Prior to that year's All-Ireland meltdown against Galway, a bit like the Dublin of today, Meath were renowned as the team that was never beaten. This 'Meathness' was part of their DNA.
"When you come into that situation, it’s not that it’s specifically spoken about," says Moyles, "but everyone just understood that you kept going right 'til the death.
"Whether it was a drill, a running session, a Hill of Tara session. There was this unwritten rule that you just didn’t stop. He (Boylan) had this famous thing of saying, ‘You know, it won’t kill you’ – but it very nearly did!
"The characteristics of behaviour of the player group just had that. As we went through the middle noughties, you could see that dwindled.
"We were in the qualifiers where we had to dig in, all 15. And you know yourself, if you get three or four lads who might look like they're doing it, but they're not really doing it … then all of a sudden the game slips away from you.
"That Meathness, or that attitude that you’re ‘never bet’, it’s a strange thing to put your finger on.
"You either have it in a squad or you don’t have it, and it's a very hard thing then to engineer ... It's like a cancer. As soon as one guy doesn't do the run or track back, it just spreads.
"And next thing, a three- or four-point deficit becomes a six-, seven-, eight-point deficit and it’s all over."
In fairness, Meath did turn a corner to reach the All-Ireland semi-finals of 2007 (under Colm Coyle) and 2009 (under Eamonn O’Brien). "We were a decent team," Moyles reminds.
But even around then, deep psychological scars were left. He recalls a different approach by management in 2008, a “more challenging environment” for players. Moyles was coming back from groin surgery as Meath played "unbelievable" football against Wexford in the first half of their Leinster SFC quarter-final.

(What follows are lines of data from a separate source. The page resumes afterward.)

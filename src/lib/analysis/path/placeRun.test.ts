import fc from 'fast-check';
import { describe, expect, it } from 'vitest';
import { gridLap } from '../laps/gridLap.ts';
import type { Channels, PlacedRun } from '../model.ts';
import { median } from '../stats/quantile.ts';
import { timeAtPlace } from '../trace/placeTime.ts';
import { KerbnoteError } from '../../schemas/kerbnoteError.ts';
import { buildPath } from './buildPath.ts';
import { placeRun } from './placeRun.ts';
import { cornerElements, drive, straight, symmetricCircuit } from './testing/madeUpCircuit.ts';
import type { Drive } from './testing/madeUpCircuit.ts';

const circuit = symmetricCircuit(
	[straight(180), ...cornerElements(-70, 35, 20), straight(60), ...cornerElements(160, 22, 14)],
	4
);
const L = circuit.lengthM;
const speedMps = (place: number) => 28 + 9 * Math.cos((8 * Math.PI * place) / L);
const base: Drive = { rateHz: 50, fromLap: -0.1, toLap: 2.1, speedMps };
const lapsOf = (placeM: Float64Array) => placeM.map((place) => Math.floor(place / L) + 1);

function recorded(options: Partial<Drive> = {}) {
	const { channels, placeM, timeAt } = drive(circuit, { ...base, ...options });
	return { channels: { ...channels, lapColumn: lapsOf(placeM) }, placeM, timeAt };
}

const reference = buildPath(recorded().channels);

/** How far a path's line lies behind the true one: a lap column says only at which sample it is crossed. */
function lineOf({ placed }: { placed: PlacedRun }, placeM: Float64Array): number {
	return median(placed.placeM.map((place, i) => (place * L) / placed.path.lengthM - placeM[i]));
}
const lineM = lineOf(reference, recorded().placeM);

/** Largest error of the time since the line at places round the first lap, ms. */
function worstMs(placed: PlacedRun, timeAt: (placeM: number) => number, behindM = lineM): number {
	const scale = placed.path.lengthM / L;
	let worst = 0;
	for (let s = 5; s < L - 5; s += 5) {
		const found = timeAtPlace(placed, s * scale) - timeAtPlace(placed, 0);
		worst = Math.max(worst, Math.abs(found - (timeAt(s - behindM) - timeAt(-behindM))) * 1000);
	}
	return worst;
}

describe('buildPath', () => {
	it('draws the circuit at its length, closed, with its curvature', () => {
		const { path } = reference;
		expect(path.closed).toBe(true);
		expect(Math.abs(path.lengthM / L - 1)).toBeLessThan(2e-4);
		expect(path.xM).toHaveLength(Math.floor(path.lengthM) + 1);
		const tightest = Math.max(...path.curvaturePerM.map(Math.abs));
		expect(1 / tightest).toBeGreaterThan(21);
		expect(1 / tightest).toBeLessThan(22.5);
	});

	it('does not depend on where, in which direction or when the run was sampled', () => {
		const whole = fc.record({
			turnRad: fc.double({ min: -3, max: 3, noNaN: true }),
			x: fc.double({ min: -2000, max: 2000, noNaN: true }),
			y: fc.double({ min: -2000, max: 2000, noNaN: true }),
			phase: fc.double({ min: 0, max: 0.99, noNaN: true })
		});
		fc.assert(
			fc.property(whole, ({ turnRad, x, y, phase }) => {
				const { channels, placeM, timeAt } = recorded({ turnRad, moveM: [x, y], phase });
				const { path, placed } = buildPath(channels);
				const behindM = lineOf({ placed }, placeM);
				expect(path.lengthM).toBeCloseTo(reference.path.lengthM, 1);
				for (let s = 0; s < L; s += 7) {
					const [own, other] = [path, reference.path].map(({ curvaturePerM }, k) => {
						const at = s + (k === 0 ? behindM : lineM);
						return curvaturePerM[Math.round(at < 0 ? at + L : at) % curvaturePerM.length];
					});
					expect(Math.abs(own - other)).toBeLessThan(3e-3);
				}
				expect(worstMs(placed, timeAt, behindM)).toBeLessThan(0.5);
			}),
			{ seed: 31, numRuns: 12 }
		);
	});

	it('leaves an hour’s columns as they were', () => {
		const { channels } = recorded();
		const copy = structuredClone(channels);
		buildPath(channels);
		expect(channels).toEqual(copy);
	});
});

describe('placeRun', () => {
	it('gives places that never fall, and laps that begin at whole turns', () => {
		const { placed } = placeRun(
			recorded({ seed: 2, positionNoiseM: 0.3, speedNoiseKmh: 0.3 }).channels,
			reference.path
		);
		for (let i = 1; i < placed.placeM.length; i++)
			expect(placed.placeM[i]).toBeGreaterThanOrEqual(placed.placeM[i - 1]);
		for (const lap of placed.laps) {
			if (lap.turn === null) continue;
			expect(timeAtPlace(placed, lap.turn * reference.path.lengthM)).toBe(lap.startS);
		}
	});

	it('has no delta between a lap and itself', () => {
		const grid = gridLap(reference.placed, reference.placed.laps[1]);
		const again = gridLap(placeRun(recorded().channels, reference.path).placed, reference.placed.laps[1]);
		grid.timeS.forEach((t, i) => {
			if (!Number.isNaN(t)) expect(again.timeS[i]).toBeCloseTo(t, 9);
		});
	});

	it.each([
		{ name: 'the same line', options: {}, barMs: 0.5 },
		{ name: '10 Hz', options: { rateHz: 10 }, barMs: 2 },
		{ name: 'a line 2.5 m beside', options: { offsetM: (place: number) => 2.5 * Math.sin(place / 90) }, barMs: 1 },
		{ name: 'a line 5 m beside', options: { offsetM: () => -5 }, barMs: 1 },
		{ name: '0.3 m of noise', options: { positionNoiseM: 0.3, speedNoiseKmh: 0.3, rateHz: 60 }, barMs: 20 },
		{ name: '1 m of noise at 10 Hz', options: { positionNoiseM: 1, speedNoiseKmh: 0.5, rateHz: 10 }, barMs: 60 }
	])('knows the time at each place on $name within $barMs ms', ({ options, barMs }) => {
		const { channels, timeAt } = recorded(options);
		expect(worstMs(placeRun(channels, reference.path).placed, timeAt)).toBeLessThan(barMs);
	});

	it('places a receiver that is slower than the file', () => {
		const { channels, timeAt } = recorded({ rateHz: 100 });
		const held = (column: Float64Array | null) => column && column.map((_, i) => column[i - (i % 10)]);
		const slow: Channels = { ...channels, xM: held(channels.xM), yM: held(channels.yM) };
		expect(worstMs(placeRun(slow, reference.path).placed, timeAt)).toBeLessThan(3);
	});

	it('bridges a drop-out of the positions by the speed', () => {
		const { channels, placeM, timeAt } = recorded();
		const gone = (column: Float64Array | null) =>
			column && column.map((value, i) => (placeM[i] > 300 && placeM[i] < 380 ? NaN : value));
		const patchy: Channels = { ...channels, xM: gone(channels.xM), yM: gone(channels.yM) };
		expect(worstMs(placeRun(patchy, reference.path).placed, timeAt)).toBeLessThan(5);
	});

	it('does not make laps out of a pause in the recording', () => {
		const { channels, placeM } = recorded({ toLap: 4.1 });
		const keep = Array.from(placeM.keys()).filter((i) => placeM[i] < 1.4 * L || placeM[i] > 1.7 * L);
		const cut = (values: unknown) =>
			values instanceof Float64Array ? Float64Array.from(keep, (i) => values[i]) : values;
		const paused = Object.fromEntries(
			Object.entries(channels).map(([name, values]) => [name, cut(values)])
		) as typeof channels;
		const resumed = { ...paused, timeS: paused.timeS.map((t, k) => (placeM[keep[k]] > 1.5 * L ? t + 300 : t)) };
		const timed = placeRun(resumed, reference.path).placed.laps.filter(({ kind }) => kind === 'timed');
		expect(timed).toHaveLength(4);
		expect(timed.map(({ clean }) => clean)).toEqual([true, false, true, true]);
		expect(timed[1].reasons).toContain('drop_out');
	});

	it('does not gain a lap by positions that are elsewhere on the circuit for some seconds', () => {
		const { channels, placeM } = recorded({ toLap: 4.1 });
		const away = (column: Float64Array) =>
			column.map((value, i) => (placeM[i] > 1.4 * L && placeM[i] < 1.5 * L ? column[Math.max(i - 900, 0)] : value));
		const lost = { ...channels, xM: away(channels.xM ?? placeM), yM: away(channels.yM ?? placeM) };
		const timed = placeRun(lost, reference.path).placed.laps.filter(({ kind }) => kind === 'timed');
		expect(timed).toHaveLength(4);
	});

	it('takes a shift of the whole recording for the receiver’s, not for a line', () => {
		const { channels, timeAt } = recorded({ moveM: [1.6, -1.2] });
		const { placed } = placeRun(channels, reference.path);
		expect(worstMs(placed, timeAt)).toBeLessThan(4);
		expect(Math.max(...(placed.offsetM ?? []).map(Math.abs))).toBeLessThan(0.3);
	});

	it('cuts laps at the path’s line, wherever the file’s own marks are', () => {
		const { channels, placeM, timeAt } = recorded();
		const elsewhere = { ...channels, lapColumn: lapsOf(placeM.map((place) => place + 200)) };
		const { placed } = placeRun(elsewhere, reference.path);
		const timed = placed.laps.filter(({ kind }) => kind === 'timed');
		expect(timed.map(({ endS, startS }) => endS - startS)[0]).toBeCloseTo(timeAt(L) - timeAt(0), 3);
	});

	it('refuses a run that goes round the other way, and one from elsewhere', () => {
		const { channels } = recorded();
		const reversed = (column: Float64Array) => column.slice().reverse();
		const backwards: Channels = {
			...channels,
			xM: reversed(channels.xM ?? new Float64Array(0)),
			yM: reversed(channels.yM ?? new Float64Array(0)),
			speedKmh: reversed(channels.speedKmh),
			lapColumn: null
		};
		const elsewhere = recorded({ moveM: [5000, 0] }).channels;
		for (const run of [backwards, elsewhere]) {
			expect(() => placeRun(run, reference.path)).toThrow(KerbnoteError);
			expect(() => placeRun(run, reference.path)).toThrow(expect.objectContaining({ code: 'reference_mismatch' }));
		}
	});

	it('places by distance and speed where there are no positions', () => {
		const { channels, timeAt } = recorded({ toLap: 3.1 });
		const blind: Channels = { ...channels, xM: null, yM: null };
		expect(worstMs(placeRun(blind, reference.path).placed, timeAt)).toBeLessThan(30);
	});

	it('refuses a run without positions whose laps are too long for the path', () => {
		const { channels } = recorded({ toLap: 3.1 });
		const longer = { ...channels, xM: null, yM: null, distanceM: channels.distanceM.map((way) => way * 1.1) };
		expect(() => placeRun(longer, reference.path)).toThrow(expect.objectContaining({ code: 'reference_mismatch' }));
	});

	it('counts along the track where both files do, so that lines at an angle cost nothing', () => {
		const along = (channels: Channels, placeM: Float64Array): Channels => ({
			...channels,
			lapDistanceM: placeM.map((place) => Math.round((place - Math.floor(place / L) * L) * 100) / 100)
		});
		const weave = { offsetM: (place: number) => 3 * Math.sin(place / 30) };
		const own = recorded(weave);
		const woven = buildPath(along(own.channels, own.placeM));
		const other = recorded({ toLap: 3.1 });
		const error = (run: PlacedRun) => {
			let worst = 0;
			own.placeM.forEach((place, i) => {
				if (place < 5 || place > L - 5) return;
				const found = timeAtPlace(run, woven.placed.placeM[i]) - timeAtPlace(run, 0);
				worst = Math.max(worst, Math.abs(found - (other.timeAt(place) - other.timeAt(0))) * 1000);
			});
			return worst;
		};
		const { placed } = placeRun(along(other.channels, other.placeM), woven.path);
		const byProjection = placeRun(other.channels, woven.path).placed;
		expect(error(placed)).toBeLessThan(1);
		expect(error(byProjection)).toBeGreaterThan(5);
	});
});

He remembers warming up, thinking, 'I'll never get my place back', but then they collapsed.
"You can never really tell about a squad until you scratch the surface hard. And then there was a lot of fragilities that obviously came through and, as soon as that second half happened, sure we were dead men walking waiting for the Limerick result."
Two years later, perhaps even more damaging, was the fallout from Meath’s last Leinster SFC title after Joe Sheridan’s ‘ghost’ goal to snatch victory from Louth.
"It most definitely had an effect on that squad," Moyles concludes. "Did it have an effect into ’11 and ’12? It had an effect in the sense of Eamonn Barry and Bobby O’Malley fell on their sword.
"And then the new management team came from outside the county,” he adds, alluding to the appointment of Séamus McEnaney with Paul Grimley in tandem.
"There was a lot of conflict between management and between some of the senior players. And that, as you know well, never ends well for anyone."
All of which, in a roundabout way, brings Moyles back to his original point: managers come and go but where is the joined-up thinking?